Chris’s neck turned pink and he bit his lip, but his voice was calm. “What exactly do you do over there, Doctor?”
“Environmental work,” the doctor said. By the sound of his voice, he was clearly relieved to be asked a question to which he knew the answer. “I was with the EPA for ten years, now here. I’m a zoologist.”
“And Interior told you to call us?”
“That’s — that’s right. They said it was an emergency.”
Chris shrugged. “By any chance do you know anything about radio dye markers or chemical emitters?”

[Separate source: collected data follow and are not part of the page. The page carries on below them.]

"""What no spectacle lens can be is refused at intake; a bifocal order names its segment top."""
from __future__ import annotations

import json

import pytest

from lenslane.contract.intake import OrderRejected, read_order
from lenslane.plugins.materials import DEFAULT_MATERIALS


def problems_of(data) -> list[dict[str, str]]:
    with pytest.raises(OrderRejected) as caught:
        read_order(json.dumps(data).encode(), DEFAULT_MATERIALS)
    return caught.value.problems


def accepted(data):
    return read_order(json.dumps(data).encode(), DEFAULT_MATERIALS)[0]


def test_twenty_thousand_prism_components_are_refused_naming_the_field(order_dict):
    # Common practice: a prescription writes one or two prism components per eye; the contract allows four.
    order_dict["rx"]["right"]["prism"] = [{"amount": 15.0, "base": "in"}] * 20_000
    [problem] = problems_of(order_dict)
    assert problem["field"] == "rx.right.prism" and "at most 4" in problem["message"]


def test_four_components_are_accepted_and_five_are_not(order_dict):
    order_dict["rx"]["left"]["prism"] = [{"amount": 1.0, "base": base} for base in ("in", "up", "out", "down")]
    assert len(accepted(order_dict).rx.left.prism) == 4
    order_dict["rx"]["left"]["prism"].append({"amount": 1.0, "base": "in"})
    assert [p["field"] for p in problems_of(order_dict)] == ["rx.left.prism"]


def test_prism_components_adding_up_past_twenty_prism_dioptres_are_refused(order_dict):
    # Common practice: more than about 10Δ per eye is split between the eyes or made as a press-on prism;
    # 20Δ per eye bounds what any lab grinds.
    order_dict["rx"]["right"]["prism"] = [{"amount": 15.0, "base": "in"}, {"amount": 5.0, "base": "up"}]
    accepted(order_dict)
    order_dict["rx"]["right"]["prism"][1]["amount"] = 5.5
    [problem] = problems_of(order_dict)
    assert problem["field"] == "rx.right.prism" and "20.5Δ" in problem["message"]


def test_a_bifocal_needs_the_segment_height_of_each_eye(order_dict):
    # Source: ORDER_FORMAT.md, fit.<eye>.segment_height_mm "for bifocal".
    order_dict["lens"]["design"] = "bifocal"
    for eye in ("right", "left"):
        order_dict["rx"][eye]["add"] = 2.0
    order_dict["fit"]["left"]["segment_height_mm"] = 17.0
    [problem] = problems_of(order_dict)
    assert problem["field"] == "fit.right.segment_height_mm" and "bifocal" in problem["message"]
    order_dict["fit"]["right"]["segment_height_mm"] = 17.0
    assert accepted(order_dict).fit.right.segment_height_mm == 17.0


@pytest.mark.parametrize("height", [4.9, 40.1])
def test_a_segment_height_outside_5_to_40_mm_is_refused(order_dict, height):
    # Source: ORDER_FORMAT.md, segment_height_mm 5–40 mm.
    order_dict["fit"]["right"]["segment_height_mm"] = height
    assert [p["field"] for p in problems_of(order_dict)] == ["fit.right.segment_height_mm"]
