def iter_lines(lab_root: Path) -> Iterator[Line]:
    """Every line of every audit file of the lab, in chain order."""
    for path in audit_files(lab_root):
        try:
            handle = open(path, "rb")
        except FileNotFoundError:
            continue  # rotated meanwhile: the next listing has it
        with handle:
            offset = 0
            for number, raw in enumerate(handle, start=1):
                yield Line(path.name, number, offset, raw, parse_record(raw))
                offset += len(raw)


def iter_records(lab_root: Path) -> Iterator[dict[str, Any]]:
    """Every whole record of the lab's audit log, oldest first, across rotated files.

    Lines that are not whole records (a line cut short by a crash) are skipped;
    :func:`verify` is the place that judges them.
    """
    for line in iter_lines(lab_root):
        if line.record is not None:
            yield line.record


# --------------------------------------------------------------------------
# Verifying
# --------------------------------------------------------------------------


@dataclass
class Finding:
    """One thing wrong: where, which record, what kind, in a sentence."""

    where: str
    seq: int | None
    kind: str  # edited | removed | reordered | inserted | damaged | truncated-start | renamed | result
    problem: str

    def __str__(self) -> str:
        seq = f" (seq {self.seq})" if self.seq is not None else ""
        return f"{self.where}{seq}: {self.problem}"


@dataclass
class VerifyReport:
    records: int = 0
    files: list[str] = field(default_factory=list)
    last_seq: int = 0
    published: int = 0
    rejected: int = 0
    results_matching: int = 0
    results_gone: int = 0
    other_results_matching: dict[str, int] = field(default_factory=dict)  # review/, rejected/, archive/
    breaks: list[Finding] = field(default_factory=list)
    result_problems: list[Finding] = field(default_factory=list)
    notes: list[str] = field(default_factory=list)  # tolerated crash artefacts

    @property
    def ok(self) -> bool:
        return not self.breaks and not self.result_problems

    def _others(self) -> str:
        """Results the log accounts for outside outbox/: waiting for review, refused, superseded."""
        named = {"review": "in review/", "rejected": "refused in rejected/", "archive": "superseded in archive/"}
        parts = [f"{count} {named.get(folder, folder)}" for folder, count in sorted(self.other_results_matching.items())]
        return f"; also matching: {', '.join(parts)}" if parts else ""

    def summary(self) -> str:
        """One line: intact, or the first thing broken."""
        artefacts = f"; {len(self.notes)} tolerated crash artefact(s)" if self.notes else ""
        if self.ok and not self.records:
            return "audit log intact: no records yet" + artefacts
        if self.ok:
            files = f"{len(self.files)} file" + ("s" if len(self.files) != 1 else "")
            return (f"audit log intact: {self.records} records (seq 1–{self.last_seq}) in {files}; "
                    f"{self.published} published, {self.rejected} rejected; {self.results_matching} outbox "
                    f"results match the log, {self.results_gone} no longer in the outbox{self._others()}{artefacts}")
        first = (self.breaks or self.result_problems)[0]
        total = len(self.breaks) + len(self.result_problems)
        more = f" (and {total - 1} more problem(s))" if total > 1 else ""
        return f"audit log BROKEN at {first}{more}"
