def test_an_almost_flat_back_is_not_accepted(default_host, order_dict):
    # The second order: +10.50 in resin-1.50 got a 10.00 D front and an almost flat back; the lab's
    # margin (0.50 D, from memory) asks for a back concave by at least that much.
    order_dict["rx"] = {"right": {"sphere": 10.5}}
    result = run_order(default_host, order_dict)
    [flag] = [f for f in result["flags"] if f["code"] == "front-curve-not-makeable"]
    assert -0.5 < flag["values"]["back_flattest_d"] <= 0.5
    # Source: F₂ = Fv − F₁/(1 − (t/n)F₁) (DOMAIN.md) with Fv +10.50, F₁ 10.00, n 1.498 and the published centre
    # thickness: −0.30 D.
    thickness = geometry(result)["center_thickness_mm"]
    assert flag["values"]["back_flattest_d"] == pytest.approx(back_surface(10.0, 10.5, thickness, 1.498), abs=0.01)


def test_a_band_may_stock_its_own_bases(order_dict):
    # A lab that stocks steep resin-1.60 bases for high plus (a power band of its own): +9.00 is in the band and
    # gets its stock.
    host = host_with('[[stages.geometry.front_curve_bands]]\nmaterials = ["resin-1.60"]\nfrom_d = 6.0\n'
                     'base_curves_d = [10.0, 12.0, 13.0, 14.0]\n')
    order_dict["lens"]["material"] = "resin-1.60"
    order_dict["rx"] = {"right": {"sphere": 9.0}}
    order_dict["frame"].update({"box_width_mm": 44.0, "box_height_mm": 32.0, "bridge_mm": 20.0})
    result = run_order(host, order_dict)
    inputs = change(result)["inputs"]["front_curve_d"]
    assert inputs["band"] == 0 and inputs["stocked_d"] == [10.0, 12.0, 13.0, 14.0]
    # Source: Vogel's rule (DOMAIN.md; Brooks & Borish, from memory): plus, SE + 6.00 = 9.00 + 6.00 = 15.00 D,
    # whose nearest stocked base in the band is 14 D.
    assert inputs["computed_d"] == pytest.approx(15.0)
    assert geometry(result)["front_curve_d"] == 14.0 and "nearest_stocked_d" not in inputs
    # Source: F₂ = Fv − F₁/(1 − (t/n)F₁) (DOMAIN.md), n 1.600: 9 − 14/(1 − 0.0053/1.6 × 14) = −5.68 D, concave.
    thickness = geometry(result)["center_thickness_mm"]
    assert inputs["back_flattest_d"] == pytest.approx(back_surface(14.0, 9.0, thickness, 1.6), abs=0.01)
    assert "front-curve-not-makeable" not in codes(result)


def test_a_steeper_stocked_base_is_taken_when_the_nearest_leaves_the_back_convex(order_dict):
    # Source: F₂ = Fv − F₁/(1 − (t/n)F₁) (DOMAIN.md): a front as strong as a plus lens's power leaves the back
    # convex at any thickness (F₁/(1 − (t/n)F₁) > F₁ = Fv). A rule that asks for that front, +6.00 in resin-1.60:
    # the nearest stocked 6 D leaves the back convex, so the next steeper stocked base, 7 D, is used.
    name = "test_front_as_strong_as_the_lens"
    register_front_curve_method(FrontCurveMethod(name, lambda request: request.sphere, "the lens's power", "Test only"))
    try:
        order_dict["lens"]["material"] = "resin-1.60"
        order_dict["rx"] = {"right": {"sphere": 6.0}}
        result = run_order(host_with(f'[stages.geometry]\nfront_curve_method = "{name}"\n'), order_dict)
    finally:
        del FRONT_CURVE_METHODS[name]  # the registry is the process's: leave it as found
    inputs = change(result)["inputs"]["front_curve_d"]
    assert inputs["computed_d"] == 6.0 and inputs["nearest_stocked_d"] == 6.0
    assert geometry(result)["front_curve_d"] == 7.0
    assert "The nearest stocked base, 6.00 D" in change(result)["reason"]
    # Source: the same formula, Fv +6.00, F₁ 7.00, n 1.600: 6 − 7/(1 − (t/1.6)·7) ≈ −1.1 D, concave beyond the
    # lab's 0.50 D margin (from memory).
    thickness = geometry(result)["center_thickness_mm"]
    assert inputs["back_flattest_d"] == pytest.approx(back_surface(7.0, 6.0, thickness, 1.6), abs=0.01)
    assert inputs["back_flattest_d"] <= -0.5
    assert "front-curve-not-makeable" not in codes(result)
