1. look: an inbox entry is taken only when it is complete — moved in by a
   rename, closed after writing, or unchanged for ``watch.quiet_seconds``; a
   young file that does not parse yet is looked at again, not rejected;
2. claim: atomic rename ``inbox/<name>`` → ``work/<name>``;
3. read, validate, run the chain (nothing written yet);
4. publish: the result to ``outbox/.<id>.json.tmp``, fsync, rename to
   ``outbox/<id>.json``, fsync the folder (or, for a rejected order, the
   ``rejected/<name>.errors.json`` the same way; for a held one,
   ``held/<name>.held.json``);
5. audit: the order's records appended to ``audit.jsonl`` and fsynced;
6. archive: rename ``work/<name>`` → ``archive/<name>`` (or ``rejected/`` or ``held/``).

A file still in ``work/`` at start was claimed but not finished. Its claim key
(inode and the change time the claim gave it) says whether its final audit
record was already written: if so only step 6 is left; if not, it is redone
from step 3, and because processing is deterministic the redo publishes the
same bytes over the same name — never a second copy, never a second record.
The audit log also says which order ids were published, with a digest of their
content: the same order again is recorded and archived, a different order under
the same id is held for a person.
"""
from __future__ import annotations

import contextlib
import errno
import hashlib
import json
import os
import stat
import time
from dataclasses import dataclass
from pathlib import Path
from typing import Any, Callable, ContextManager

import orjson

from lenslane.audit.log import AUDIT_NAME, AuditError, AuditLog, canonical, iter_records
from lenslane.config import CONFIG_NAME, LabConfig, template_text
from lenslane.lab.files import (
    NotRegular, fsync_dir, claim_key, claim_tag, entry_kind, free_name, open_regular, printable, read_exactly,
    make_durable, remove_temp_leftovers, write_durably, write_unsynced,
)
from lenslane.chain.host import Host
from lenslane.contract.intake import OrderRejected, read_order
from lenslane.contract.models import ORDER_ID_RE, LensOrder
from lenslane.chain.pipeline import Pipeline, StageFailure
from lenslane.vocabulary import OUTCOMES

#: review/ holds results that wait for a person and decisions/ the requests of ``lenslane decide`` (lenslane.decide).
FOLDERS = ("inbox", "outbox", "review", "rejected", "archive", "work", "held", "decisions")
ERRORS_SUFFIX = ".errors.json"
HELD_SUFFIX = ".held.json"
#: Results are written compact (a person reads them through `lenslane explain` or any JSON viewer):
#: an order's result is some 20 kB, and every byte is written and flushed once per order.
_RESULT_JSON = orjson.OPT_SERIALIZE_NUMPY
FINAL_EVENTS = OUTCOMES
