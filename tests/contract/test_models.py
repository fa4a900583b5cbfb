"""The order contract (lens-order/1): every rule of ORDER_FORMAT.md, each with a clear message and field path."""
from __future__ import annotations

import json

import pytest

from lenslane.contract.intake import OrderRejected, read_order
from lenslane.contract.models import LensOrder, LensOrderResult
from lenslane.plugins.materials import DEFAULT_MATERIALS


def problems_of(data) -> list[dict[str, str]]:
    raw = data if isinstance(data, bytes) else json.dumps(data).encode()
    with pytest.raises(OrderRejected) as caught:
        read_order(raw, DEFAULT_MATERIALS)
    return caught.value.problems


def fields_of(data) -> set[str]:
    return {p["field"] for p in problems_of(data)}


def test_the_minimal_order_is_valid(order_dict):
    order, parsed = read_order(json.dumps(order_dict).encode(), DEFAULT_MATERIALS)
    assert order.rx.right.sphere == -1.0
    assert order.frame.mount == "full_rim"  # default from the contract
    assert order.rx.left.cylinder == 0.0  # default from the contract
    assert parsed == order_dict


def test_the_contract_example_is_valid():
    # Source: ORDER_FORMAT.md, the example order (outline shortened to the contract's 36-radius minimum).
    example = {
        "format": "lens-order/1", "order_id": "HB-20261130-0007", "placed_at": "2026-11-30T15:04:05Z",
        "account": "harbour-optics", "wearer": {"ref": "W-5521", "birth_year": 1984},
        "rx": {"right": {"sphere": -4.25, "cylinder": -1.25, "axis": 170, "add": 2.25,
                         "prism": [{"amount": 1.0, "base": "in"}, {"amount": 0.5, "base": "up"}]},
               "left": {"sphere": -3.75, "cylinder": -0.75, "axis": 10, "add": 2.25}, "vertex_mm": 12.0},
        "lens": {"design": "progressive", "material": "polycarbonate-1.59", "index": 1.586, "front_curve_d": 4.0},
        "frame": {"box_width_mm": 52.0, "box_height_mm": 36.0, "bridge_mm": 18.0,
                  "effective_diameter_mm": 55.5, "mount": "full_rim", "outline_mm": [26.0] * 36},
        "fit": {"right": {"pd_mm": 31.5, "height_mm": 20.0}, "left": {"pd_mm": 31.0, "height_mm": 20.0},
                "vertex_mm": 13.5, "pantoscopic_deg": 9.0, "face_form_deg": 6.0},
    }
    read_order(json.dumps(example).encode(), DEFAULT_MATERIALS)


@pytest.mark.parametrize("path, value, field", [
    (("format",), "lens-order/2", "format"),
    (("order_id",), ".hidden", "order_id"),
    (("order_id",), "../../etc/passwd", "order_id"),
    (("order_id",), "x" * 65, "order_id"),
    (("order_id",), "", "order_id"),
    (("account",), "", "account"),
    (("account",), "a" * 65, "account"),
    (("placed_at",), "yesterday", "placed_at"),
    (("placed_at",), "2026-13-40T25:00:00Z", "placed_at"),
    (("rx", "right", "sphere"), 30.25, "rx.right.sphere"),
    (("rx", "right", "sphere"), -30.25, "rx.right.sphere"),
    (("rx", "right", "cylinder"), -12.25, "rx.right.cylinder"),
    (("rx", "right", "axis"), 181, "rx.right.axis"),
    (("rx", "right", "axis"), 90.5, "rx.right.axis"),
    (("rx", "right", "add"), 0.25, "rx.right.add"),
    (("rx", "right", "add"), 4.25, "rx.right.add"),
    (("rx", "vertex_mm"), 26.0, "rx.vertex_mm"),
    (("lens", "design"), "trifocal", "lens.design"),
    (("lens", "index"), 1.3, "lens.index"),
    (("lens", "front_curve_d"), 14.5, "lens.front_curve_d"),
    (("frame", "mount"), "rimless", "frame.mount"),
    (("fit", "right", "pd_mm"), 19.5, "fit.right.pd_mm"),
    (("fit", "right", "pd_mm"), 42.5, "fit.right.pd_mm"),
    (("fit", "vertex_mm"), 4.0, "fit.vertex_mm"),
    (("fit", "pantoscopic_deg"), 26.0, "fit.pantoscopic_deg"),
    (("fit", "pantoscopic_deg"), -6.0, "fit.pantoscopic_deg"),
    (("fit", "face_form_deg"), 36.0, "fit.face_form_deg"),
    (("wearer",), {"ref": "W-1", "name": "someone"}, "wearer.name"),
])
def test_each_range_and_type_rule_names_its_field(order_dict, path, value, field):
    # Source: ORDER_FORMAT.md, the table of lens-order/1 fields and ranges.
    node = order_dict
    for key in path[:-1]:
        node = node[key]
    node[path[-1]] = value
    assert field in fields_of(order_dict)


@pytest.mark.parametrize("value", ["-1.00", True, None, [1.0]])
def test_strict_types_reject_strings_booleans_and_null_for_numbers(order_dict, value):
    order_dict["rx"]["right"]["sphere"] = value
    assert "rx.right.sphere" in fields_of(order_dict)


def test_unknown_fields_are_rejected_at_every_level(order_dict):
    order_dict["colour"] = "blue"
    order_dict["rx"]["right"]["tint"] = 1
    assert {"colour", "rx.right.tint"} <= fields_of(order_dict)


@pytest.mark.parametrize("token", ["NaN", "Infinity", "-Infinity", "1e999"])
def test_nan_and_infinities_are_rejected(order_dict, token):
    raw = json.dumps(order_dict).replace('"sphere": -1.0', f'"sphere": {token}').encode()
    assert token.encode() in raw
    problems = problems_of(raw)
    assert problems and all(p["message"] for p in problems)


def test_cylinder_without_axis_is_rejected_at_the_axis(order_dict):
    del order_dict["rx"]["right"]["axis"]
    [problem] = problems_of(order_dict)
    assert problem["field"] == "rx.right.axis"
    assert "cylinder" in problem["message"]


def test_axis_zero_is_accepted_as_180(order_dict):
    order_dict["rx"]["right"]["axis"] = 0
    order, _ = read_order(json.dumps(order_dict).encode(), DEFAULT_MATERIALS)
    assert order.rx.right.axis == 0


def test_multifocal_needs_an_add_per_eye(order_dict):
    order_dict["lens"]["design"] = "progressive"
    order_dict["rx"]["right"]["add"] = 2.0
    assert fields_of(order_dict) == {"rx.left.add"}


def test_at_least_one_eye(order_dict):
    order_dict["rx"] = {"vertex_mm": 12.0}
    [problem] = problems_of(order_dict)
    assert problem["field"] == "rx" and "at least one eye" in problem["message"]


def test_one_eye_is_enough_and_needs_only_its_own_pd(order_dict):
    del order_dict["rx"]["left"]
    order_dict["fit"] = {"right": {"pd_mm": 32.0}}
    read_order(json.dumps(order_dict).encode(), DEFAULT_MATERIALS)


def test_a_pd_per_eye_made(order_dict):
    del order_dict["fit"]["left"]
    [problem] = problems_of(order_dict)
    assert problem["field"] == "fit.left.pd_mm"


def test_unknown_material_names_the_lab_table(order_dict):
    order_dict["lens"]["material"] = "unobtainium-2.0"
    [problem] = problems_of(order_dict)
    assert problem["field"] == "lens.material"
    assert "resin-1.50" in problem["message"]


@pytest.mark.parametrize("base", ["in", "out", "up", "down", 0, 45.5, 360])
def test_prism_bases_in_words_or_degrees(order_dict, base):
    order_dict["rx"]["right"]["prism"] = [{"amount": 1.0, "base": base}]
    read_order(json.dumps(order_dict).encode(), DEFAULT_MATERIALS)


@pytest.mark.parametrize("prism, field", [
    ({"amount": 0, "base": "in"}, "rx.right.prism.0.amount"),
    ({"amount": 15.5, "base": "in"}, "rx.right.prism.0.amount"),
    ({"amount": 1.0, "base": "left"}, "rx.right.prism.0.base"),
    ({"amount": 1.0, "base": 361}, "rx.right.prism.0.base"),
])
def test_prism_limits(order_dict, prism, field):
    order_dict["rx"]["right"]["prism"] = [prism]
    assert field in fields_of(order_dict)


def test_outline_length_limits(order_dict):
    order_dict["frame"]["outline_mm"] = [25.0] * 35
    assert "frame.outline_mm" in fields_of(order_dict)
    order_dict["frame"]["outline_mm"] = [25.0] * 1001
    assert "frame.outline_mm" in fields_of(order_dict)


def test_every_problem_is_listed_not_only_the_first(order_dict):
    order_dict["rx"]["right"]["sphere"] = 99.0
    order_dict["fit"]["right"]["pd_mm"] = 5.0
    order_dict["lens"]["design"] = "monofocal"
    assert {"rx.right.sphere", "fit.right.pd_mm", "lens.design"} <= fields_of(order_dict)


def test_messages_say_what_was_given(order_dict):
    order_dict["rx"]["right"]["sphere"] = 31.0
    [problem] = problems_of(order_dict)
    assert "30" in problem["message"] and "31" in problem["message"]


@pytest.mark.parametrize("raw, words", [
    (b"", "empty"),
    (b"[1, 2]", "object"),
    (b"null", "object"),
    (b'{"format": "lens-order/1", "format": "x"}', "duplicate key"),
    (b"\xef\xbb\xbf{}", "byte-order mark"),
    (b'{"a": "\xff"}', "UTF-8"),
    (b'{"a": 1,}', "line 1, column"),
    (b"[" * 100_000 + b"]" * 100_000, "nested"),
    (b'{"a": ' + b"9" * 5000 + b"}", "digits"),
])
def test_hostile_files_get_a_plain_reason(raw, words):
    [problem] = problems_of(raw)
    assert words in problem["message"]


def test_the_schemas_are_published_from_the_models():
    order_schema = LensOrder.model_json_schema()
    assert order_schema["title"] == "lens-order/1"
    assert order_schema["additionalProperties"] is False
    assert set(order_schema["required"]) == {"format", "order_id", "account", "rx", "lens", "frame", "fit"}
    result_schema = LensOrderResult.model_json_schema()
    assert result_schema["title"] == "lens-order-result/1"
    assert {"lenses", "changes", "flags", "engine", "status"} <= set(result_schema["required"])


@pytest.mark.parametrize("model, name", [(LensOrder, "lens-order-1.schema.json"),
                                         (LensOrderResult, "lens-order-result-1.schema.json")])
def test_the_published_schema_files_match_the_models(model, name):
    from tests.conftest import REPO

    published = json.loads((REPO / "schema" / name).read_text())
    assert published == model.model_json_schema(), f"regenerate schema/{name} with `lenslane schema`"
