"""The README's table of the order's fields says what the order's JSON Schema says: every field, whether it is
required, and what it may hold. The table is compared with the schema, so neither can change alone."""
from __future__ import annotations

from typing import Any

from lenslane.contract.models import LensOrder
from tests.conftest import REPO

EYES = {"right", "left"}


def _number(value: float) -> str:
    text = f"{value:g}"
    return text.replace("-", "−")


def _bounds(spec: dict[str, Any]) -> str:
    low = (f"> {_number(spec['exclusiveMinimum'])}" if "exclusiveMinimum" in spec
           else _number(spec["minimum"]) if "minimum" in spec else None)
    high = _number(spec["maximum"]) if "maximum" in spec else None
    if low is None and high is None:
        return ""
    if low is None:
        return f" ≤ {high}"
    if high is None:
        return f" {low}"
    return f" {low} … {high}" if not low.startswith(">") else f" {low}, ≤ {high}"


def value_text(spec: dict[str, Any], defs: dict[str, Any]) -> str:
    """What a field may hold, in words, from its JSON Schema."""
    choices = [part for part in spec.get("anyOf", [spec]) if part.get("type") != "null"]
    texts = []
    for part in choices:
        if "const" in part:
            texts.append(f"`{part['const']}`")
        elif "enum" in part:
            texts.append(", ".join(f"`{item}`" for item in part["enum"]))
        elif part.get("type") in ("number", "integer"):
            texts.append(f"{part['type']}{_bounds(part)}")
        elif part.get("type") == "string":
            if "pattern" in part:
                texts.append(f"text matching `{part['pattern']}`")
            elif "maxLength" in part:
                texts.append(f"text of {part.get('minLength', 0)}–{part['maxLength']} characters")
            else:
                texts.append("text")
        elif part.get("type") == "array":
            items = part["items"]
            what = "components" if "$ref" in items else f"numbers{_bounds(items)}"
            count = (f"{part['minItems']}–{part['maxItems']}" if "minItems" in part else f"at most {part['maxItems']}")
            texts.append(f"list of {count} {what}")
        elif "$ref" in part:
            texts.append("object")
    text = ", or ".join(texts)
    if spec.get("default") is not None:
        text += f"; default `{spec['default']}`"
    return text


def schema_rows() -> list[tuple[str, str, str]]:
    """(field, required, what it may hold) for every field of ``lens-order/1``, as the schema gives them."""
    schema = LensOrder.model_json_schema()
    defs = schema["$defs"]
    rows: list[tuple[str, str, str]] = []

    def walk(node: dict[str, Any], prefix: str) -> None:
        required = set(node.get("required", []))
        for name, spec in node["properties"].items():
            path = f"{prefix}<eye>" if name in EYES else f"{prefix}{name}"
            if name == "left":  # the same as right
                continue
            rows.append((path, "yes" if name in required else "no", value_text(spec, defs)))
            for part in spec.get("anyOf", [spec]):
                target = part.get("$ref") or part.get("items", {}).get("$ref")
                if target:
                    walk(defs[target.rsplit("/", 1)[1]], f"{path}[]." if "items" in part else f"{path}.")

    walk(schema, "")
    return rows


def readme_rows() -> list[tuple[str, str, str]]:
    text = (REPO / "README.md").read_text(encoding="utf-8")
    table = text.split("<!-- order fields -->", 2)[1]
    rows = []
    for line in table.splitlines():
        cells = [cell.strip() for cell in line.strip().strip("|").split("|")]
        if len(cells) == 4 and cells[0].startswith("`"):
            rows.append((cells[0].strip("`"), cells[1], cells[2]))
    return rows


def test_the_readme_table_of_order_fields_is_the_schema():
    assert readme_rows() == schema_rows()


def test_the_walk_reads_ranges_as_the_schema_states_them():
    rows = dict((field, value) for field, _, value in schema_rows())
    assert rows["rx.<eye>.sphere"] == "number −30 … 30"
    assert rows["frame.box_width_mm"] == "number > 0, ≤ 100"
    assert rows["frame.outline_mm"] == "list of 36–1000 numbers > 0, ≤ 70"
    assert rows["rx.<eye>.prism[].base"] == "`in`, `out`, `up`, `down`, or number 0 … 360"
    assert ("fit.<eye>.pd_mm", "yes", "number 20 … 42") in schema_rows()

“Oh, oh yes. Of course I do!” The zoologist’s voice perked up even more. “Are you trying to track an animal of some kind?”
Chris smiled. Nina Myers laughed out loud. Jack just glowered. Chris said, “Not exactly. We want to get this emitter out of someone. Do you know how to do that?”
“Out of someone?” Dr. Shue mused. “I didn’t realize anyone was still trying chemical emitters on people. The technology has sort of fallen into disuse, except for people in my field. We use them to track animals that are too small or delicate to be tagged with transmitter bands—”
“How do you get the stuff out!” Jack yelled.
The doctor squeaked again. “I’m — I’m not sure. That was never a priority, of course. But the chemicals aren’t harmful. They break down in the body after a year or two anyway.”
“We need it out right away,” Chris said. “It is an emergency. Do you have any ideas?”